Indústria pressiona por conteúdo nacional, mas governo quer mudança

Até mesmo apoiadores do impeachment da presidenta Dilma Rousseff começam a se dar conta de que o golpe é também contra a indústria nacional. Entidades representativas de fornecedores de bens e serviços ao setor de petróleo e gás natural do país e federações nacionais da indústria agora pressionam para que Michel Temer não leve adiante mudanças radicais na Política de Conteúdo Local (PCL) do setor de petróleo.

Petrobras

De acordo com o Valor Econômico, diversas entidades enviaram uma carta ao Ministro da Indústria, Comércio e Serviços (MDIC), Marcos Pereira, alertando sobre os danos que representariam às empresas brasileiras o fim da exigência de conteúdo nacional na construção das plataformas e demais equipamentos de exploração de petróleo.

O documento, entregue na última quinta-feira, pede que o ministro analise os “argumentos que comprovam a necessidade de se avaliar, de forma aprofundada, os impactos que poderão ser causados na cadeia de fornecedores em decorrência de mudanças que estão sendo anunciadas na Política de Conteúdo Local do setor de petróleo e gás”.

Os empresários, que pregam menos intervenção do Estado na economia, agora perceberam que podem sair prejudicados, caso tenham que competir com os fornecedores internacionais.

O Valor relata que, apenas no setor de máquinas e equipamentos, estima-se 400 empresas ligadas ao setor de óleo e gás, “as quais poderão suspender investimentos neste momento”. Conforme cálculos das entidades que assinam o documento enviado ao ministro Marcos Pereira, entre 1 milhão e 1,5 milhão de empregados podem ser afetados com o fim do PCL.

Assinam a carta as seguintes entidades: ABCE, de engenharia consultiva, Abemi, de engenharia industrial, Abimaq, de máquinas e equipamentos, Sinaval, do segmento de estaleiros, Instituto Aço Brasil, em siderurgia, Abitam, de fabricação de tubos e Abinee (elétrica e eletrônica).

Além das entidades, também as federações Fieb (Bahia), Fiesp (São Paulo), Fiergs (Rio Grande do Sul), Fiemg (Minas Gerais), Firjan (Rio de Janeiro) e Fiesc (Santa Catarina) estão engajadas no movimento.

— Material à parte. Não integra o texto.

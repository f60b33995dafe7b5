'use client';

import { SERVICE_LABELS } from '~/lib/labels';
import { SERVICE_TYPES } from '~/lib/jobs';
import {
  Choice,
  ChoiceFieldset,
  Field,
  inputClass,
  Section,
  TextArea,
  TextField,
} from './check-in-fields';
import type { CheckInProps, CheckInState } from './use-check-in';

const SERVICE_HINTS: Record<(typeof SERVICE_TYPES)[number], string> = {
  tune_up: 'Clean, lubricate, adjust',
  overhaul: 'Full teardown and rebuild',
  repair: 'Fix a fault, billed by bench time',
  parts_install: 'Fit parts the customer brings',
};

/** The last step: which service, what the customer says, who takes it and when it is promised. */
export function ServiceSection({
  form,
  technicians,
  me,
  suggestion,
}: CheckInProps & { form: CheckInState }) {
  return (
    <Section
      title={form.chosen !== null ? '3. Service and pickup' : '2. Service and pickup'}
      id="ci-section-service"
    >
      <ChoiceFieldset
        path="serviceType"
        legend="Which service?"
        error={form.errors.serviceType}
        columns="sm:grid-cols-2 lg:grid-cols-4"
      >
        {SERVICE_TYPES.map((s) => (
          <Choice
            key={s}
            name="serviceType"
            checked={form.serviceType === s}
            onChange={() => form.pickService(s)}
          >
            <span className="block font-semibold">{SERVICE_LABELS[s]}</span>
            <span className="block text-sm text-slate-700">{SERVICE_HINTS[s]}</span>
          </Choice>
        ))}
      </ChoiceFieldset>
      <div className="mt-6 grid gap-4 md:grid-cols-2">
        <TextArea label="What the customer says" {...form.complaint} />
        <TextArea
          label="Condition at check-in"
          {...form.condition}
          hint="Scratches, salt crust, missing parts: anything the customer should know we saw."
        />
      </div>
      <div className="mt-6 grid gap-4 md:grid-cols-2">
        <Field path="technicianId" label="Technician" error={form.errors.technicianId}>
          {(c) => (
            <select
              id={c.id}
              value={form.technicianId}
              onChange={(e) => form.setTechnicianId(e.target.value)}
              aria-invalid={c.invalid}
              aria-describedby={c.describedBy}
              className={inputClass}
            >
              <option value="">Not assigned yet</option>
              {technicians.map((t) => (
                <option key={t.id} value={t.id}>
                  {t.name}
                  {t.id === me.id ? ' (you)' : ''}
                </option>
              ))}
            </select>
          )}
        </Field>
        <TextField
          label="Promised for pickup"
          type="date"
          {...form.promisedOn}
          min={suggestion.today}
          hint={suggestionText(suggestion)}
        />
      </div>
    </Section>
  );
}

function suggestionText(s: CheckInProps['suggestion']) {
  const days = s.businessDays === 1 ? '1 business day' : `${s.businessDays} business days`;
  if (s.basis === 'default')
    return `Suggested: ${days}. Too few finished jobs yet to go by this shop’s own turnaround.`;
  const from = s.basis === 'recent' ? 'in the last 90 days' : 'most recently';
  return `Suggested: ${days}. 9 in 10 of the ${s.sampleSize} jobs finished here ${from} took no longer on the bench (time waiting on parts left out). Change it if you agree another date.`;
}
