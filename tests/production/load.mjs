// A load run from outside: USERS signed-in staff for SECONDS, each sending one request after the
// other with a 70/30 read/write mix (bench list, job page, network comparison, comebacks; check-ins
// and transitions), and the month-close CSV once a minute. Prints requests per second and
// p50/p95/p99 latency. A benchmark: it prints figures and asserts nothing but "no errors".
//   LOAD_BASE=http://127.0.0.1:3000 LOAD_USERS=50 LOAD_SECONDS=60 node tests/production/load.mjs
const base = process.env.LOAD_BASE ?? 'http://127.0.0.1:3000';
const users = Number(process.env.LOAD_USERS ?? 50);
const seconds = Number(process.env.LOAD_SECONDS ?? 60);
const label = process.env.LOAD_LABEL ?? base;
// The app's public origin (NEXTAUTH_URL), when the load goes to one instance behind a balancer.
const origin = process.env.LOAD_ORIGIN ?? base;
const PASSWORD = 'reelwright-demo';

async function signIn(email) {
  const jar = new Map();
  const call = async (path, init = {}) => {
    const response = await fetch(base + path, {
      ...init,
      redirect: 'manual',
      headers: {
        origin,
        cookie: [...jar].map(([k, v]) => `${k}=${v}`).join('; '),
        ...init.headers,
      },
    });
    for (const line of response.headers.getSetCookie()) {
      const [pair] = line.split(';');
      const at = pair.indexOf('=');
      jar.set(pair.slice(0, at), pair.slice(at + 1));
    }
    return response;
  };
  const { csrfToken } = await (await call('/api/auth/csrf')).json();
  await call('/api/auth/callback/credentials', {
    method: 'POST',
    headers: { 'content-type': 'application/x-www-form-urlencoded' },
    body: new URLSearchParams({ csrfToken, email, password: PASSWORD, json: 'true' }).toString(),
  }).then((r) => r.text());
  return call;
}

const staff = ['lead.marram', 'tech.marram', 'lead.fennel', 'tech.fennel'];
const owner = await signIn('owner@saltwick.test');
const sessions = await Promise.all(staff.map((s) => signIn(`${s}@saltwick.test`)));
const latencies = [];
let errors = 0;
const kinds = new Map();
let n = 0;
const NEXT = { checked_in: 'on_bench', on_bench: 'ready', ready: 'collected' };
const state = new Map();

async function timed(call, path, init) {
  const t0 = performance.now();
  try {
    const response = await call(path, init);
    const text = await response.text();
    if (response.status >= 400) {
      errors += 1;
      const key = `${init?.method ?? 'GET'} ${path.replace(/\d+/g, 'N')} ${response.status}`;
      kinds.set(key, (kinds.get(key) ?? 0) + 1);
    }
    latencies.push(performance.now() - t0);
    return { status: response.status, text };
  } catch {
    errors += 1;
    return null;
  }
}

const post = (body) => ({
  method: 'POST',
  headers: { 'content-type': 'application/json' },
  body: JSON.stringify(body),
});

async function user(u, until) {
  const s = u % sessions.length;
  const call = sessions[s];
  // Each user moves only the jobs it checked in, so no two move one job at once.
  const mine = [];
  while (performance.now() < until) {
    const r = Math.random();
    if (r < 0.25) await timed(call, '/api/jobs');
    else if (r < 0.45 && mine.length) await timed(call, `/api/jobs/${mine[mine.length - 1]}`);
    else if (r < 0.55) await timed(owner, '/api/network/comparison?from=2026-11-01&to=2026-11-30');
    else if (r < 0.7) await timed(call, '/api/comebacks');
    else if (r < 0.85 || !mine.length) {
      const response = await timed(
        call,
        '/api/jobs',
        post({
          customer: { name: `Load Customer ${u}-${n}` },
          reel: { kind: 'spinning', maker: 'Tidewake', model: `Load ${u}-${n}` },
          serviceType: 'tune_up',
          promisedOn: '2026-12-08',
        }),
      );
      if (response?.status === 201) {
        const { id } = JSON.parse(response.text);
        if (id) {
          mine.push(id);
          state.set(id, 'checked_in');
        }
      }
    } else {
      const id = mine[0];
      const to = NEXT[state.get(id)];
      await timed(
        call,
        `/api/jobs/${id}/transitions`,
        post({ to, ...(to === 'ready' && { reason: 'Load run' }) }),
      );
      if (to === 'collected') mine.shift();
      else state.set(id, to);
    }
    n += 1;
  }
}

const t0 = performance.now();
const until = t0 + seconds * 1000;
const csv = setInterval(() => void timed(owner, '/api/month-close/2026-11.csv'), 60_000);
await Promise.all(Array.from({ length: users }, (_, u) => user(u, until)));
clearInterval(csv);
const elapsed = (performance.now() - t0) / 1000;
latencies.sort((a, b) => a - b);
const at = (p) => latencies[Math.min(latencies.length - 1, Math.floor(p * latencies.length))] ?? 0;
console.log(
  `${label}: ${users} users, ${elapsed.toFixed(0)} s: ${(latencies.length / elapsed).toFixed(1)} requests/s, ` +
    `p50 ${at(0.5).toFixed(0)} ms, p95 ${at(0.95).toFixed(0)} ms, p99 ${at(0.99).toFixed(0)} ms, ${errors} errors`,
);
if (kinds.size) console.log('  errors:', JSON.stringify(Object.fromEntries(kinds)));
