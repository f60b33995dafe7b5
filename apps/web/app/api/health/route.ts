// GET /api/health – database driver and migrations applied; no sign-in needed
import { migrationStatus } from '@reelwright/db/client';
import { database } from '~/server/db';

export const dynamic = 'force-dynamic';

export async function GET() {
  try {
    const handle = await database();
    const status = await migrationStatus(handle);
    const ok = status.pending === 0;
    return Response.json(
      { status: ok ? 'ok' : 'degraded', database: { driver: handle.driver, ...status } },
      { status: ok ? 200 : 503 },
    );
  } catch (error) {
    console.error('Health check failed', error);
    return Response.json({ status: 'down', database: null }, { status: 503 });
  }
}
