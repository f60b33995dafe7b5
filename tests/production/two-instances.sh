#!/usr/bin/env bash
# The production shape, small: a throwaway PostgreSQL 15, the local storage, mail and payment
# fakes, two `next start` instances of the built app on one database, and a round-robin balancer
# in front (in two-instances.mjs). Run after `pnpm --filter @reelwright/web build`.
#   bash tests/production/two-instances.sh          (REELWRIGHT_TEST_PG_PORT picks the port)
set -euo pipefail
cd "$(dirname "$0")/../.."
root="$PWD"
work="$(mktemp -d /tmp/reelwright-two.XXXXXX)"
pids=()
pg_dir=""
bin="$(ls -d /usr/lib/postgresql/*/bin | sort -V | tail -1)"
as_pg() { if [ "$(id -u)" = 0 ]; then runuser -u postgres -- "$@"; else "$@"; fi; }
cleanup() {
  for pid in "${pids[@]}"; do kill -- "-$pid" 2>/dev/null || kill "$pid" 2>/dev/null || true; done
  for pid in "${pids[@]}"; do wait "$pid" 2>/dev/null || true; done
  if [ -n "$pg_dir" ]; then as_pg "$bin/pg_ctl" -D "$pg_dir" -m immediate stop >/dev/null 2>&1 || true; fi
  rm -rf "$work" "$pg_dir"
}
trap cleanup EXIT

free_port() { node -e 's=require("net").createServer().listen(0,"127.0.0.1",()=>{console.log(s.address().port);s.close()})'; }

port="${REELWRIGHT_TEST_PG_PORT:-55432}"
pg_dir="$(mktemp -d /tmp/reelwright-two-pg.XXXXXX)"
if [ "$(id -u)" = 0 ]; then chown postgres "$pg_dir"; fi
as_pg "$bin/initdb" -A trust -U postgres --no-sync -D "$pg_dir" >/dev/null
as_pg "$bin/pg_ctl" -D "$pg_dir" -w -l "$pg_dir/server.log" \
  -o "-c listen_addresses=127.0.0.1 -c port=$port -c unix_socket_directories=$pg_dir -c fsync=off -c max_connections=100" start >/dev/null
as_pg "$bin/createdb" -h 127.0.0.1 -p "$port" -U postgres reelwright_two
export DATABASE_URL="postgres://postgres@127.0.0.1:$port/reelwright_two"

FAKES_S3_PORT=0 FAKES_SMTP_PORT=0 FAKES_MAIL_HTTP_PORT=0 FAKES_S3_DIR="$work/s3" \
  FAKES_ENV_FILE="$work/fakes.env" node apps/web/scripts/fakes.mjs >"$work/fakes.log" 2>&1 &
pids+=($!)
FAKE_STRIPE_PORT=0 FAKE_STRIPE_ENV_FILE="$work/stripe.env" node apps/web/scripts/fake-stripe.mjs >"$work/stripe.log" 2>&1 &
pids+=($!)
for _ in $(seq 1 150); do [ -s "$work/fakes.env" ] && [ -s "$work/stripe.env" ] && break; sleep 0.1; done
set -a
# shellcheck disable=SC1091
source "$work/fakes.env"
# shellcheck disable=SC1091
source "$work/stripe.env"
set +a
export STRIPE_WEBHOOK_SECRET="${STRIPE_WEBHOOK_SECRET:-whsec_reelwright_two_instances_only}"
export REELWRIGHT_NOW="${REELWRIGHT_NOW:-2026-12-01T12:00:00Z}"
export NEXTAUTH_SECRET="two-instances-test-only-secret-0123456789"
export TRUSTED_PROXY_HOPS=1
pnpm --silent --filter @reelwright/db seed --now="$REELWRIGHT_NOW" >/dev/null

balancer_port="$(free_port)"
export NEXTAUTH_URL="http://127.0.0.1:$balancer_port"
ports=()
for i in 1 2; do
  p="$(free_port)"
  ports+=("$p")
  # Both at once: migrations take their advisory lock, the queue its own.
  # Its own process group, so that the test can kill -9 the whole instance.
  setsid bash -c "cd apps/web && exec pnpm exec next start --hostname 127.0.0.1 --port $p" >"$work/instance-$i.log" 2>&1 &
  pids+=($!)
  echo "instance $i: pid $! port $p"
done
export TWO_BALANCER_PORT="$balancer_port" TWO_PORTS="${ports[*]}" TWO_PIDS="${pids[2]} ${pids[3]}" TWO_LOGS="$work"
node tests/production/two-instances.mjs || { tail -n 30 "$work"/instance-*.log; exit 1; }
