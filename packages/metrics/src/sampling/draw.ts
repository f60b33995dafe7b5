import seedrandom from 'seedrandom';

/**
 * Simple random sample without replacement: a partial Fisher–Yates shuffle (Durstenfeld 1964,
 * Knuth TAOCP vol. 2 Algorithm P) driven by seedrandom's ARC4 generator seeded with `seed`,
 * so the same items in the same order with the same seed always give the same sample, and
 * anyone holding the seed can redraw it.
 *
 * Returns the drawn items in drawn order; size ≥ items.length gives every item (shuffled),
 * size 0 gives []. The input is not modified. Throws RangeError when size is not a
 * non-negative integer.
 */
export function drawSample<T>(items: readonly T[], size: number, seed: string): T[] {
  if (!Number.isInteger(size) || size < 0) {
    throw new RangeError(`size must be a non-negative integer, got ${size}`);
  }
  const pool = items.slice();
  const k = Math.min(size, pool.length);
  const random = seedrandom(seed);
  for (let i = 0; i < k; i++) {
    const j = i + Math.floor(random() * (pool.length - i));
    const picked = pool[j]!;
    pool[j] = pool[i]!;
    pool[i] = picked;
  }
  return pool.slice(0, k);
}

A indústria analisa que as medidas anunciadas até agora são boas apenas para as petroleiras, mas prejudicam os fornecedores locais. Segundo a Folha de S. Paulo, as duas maiores federações – Fiesp e Firjan, já fizeram chegar a Temer o recado de que a indútria quer evitar uma mudança brusca nas regras. Elas reagem à pressão das petroleiras, que têm se encontrado com o presidente para tratar do assunto.

Entre os pontos problemáticos, estão a isenção tributária para a compra de equipamentos petrolíferos, através do Repetro, e o possível perdão para as petroleiras que não cumpriram os índices de conteúdo exigidos nos leilões realizados.

Segundo a indústria, o Repetro incentiva a importação, prejudicando os fabricantes brasileiros que não conseguem isenção sobre os equipamentos feitos no Brasil.

A gerente de petróleo e gás da Firjan, Karine Fragoso, diz que a entidade propõe a extensão dos benefícios para os fabricantes nacionais.

Segundo o presidente-executivo da Associação Brasileira da Indústria de Máquinas e Equipamentos (Abimaq), José Velloso, o programa representou uma renúncia de R$ 10 bilhões por ano entre 2011 e 2013.

Em 2016, o governo recebeu os presidentes globais da Shell, Ben Van Beurden, e da Statoil, Eldar Saetre. O setor afirma que ganharia investimentos de US$ 250 bilhões com as mudanças. De acordo com Velloso, "eles ameaçam com um investimento que só vai acontecer na década que vem. O fechamento de fábricas vai trazer desemprego agora".

O presidente da Petrobras, Pedro Parente, não se mostrou muito sensível aos apelos nesta segunda (24). Segundo ele, as petroleiras não estão "contra a indústria local". Parente afirmou ainda que em nenhum lugar do mundo é possível encomendar 100% às empresas nacionais.

"Não é possível encomendar 100% para a indústria nacional. Precismos tratar esse tema com outra ótica. O conteúdo local tem que fazer parte do debate. E, devido a nossa escala, temos uma grande contribuição a fazer. Estaremos sempre abertos ao diálogo", disse.

Ao tentar se defender das críticas das petroleiras, o ministro de Minas e Energia, Fernando Coelho Filho, disse que "estão enganados aqueles que acham que a política de conteúdo local está sendo discutida para beneficiar as petroleiras".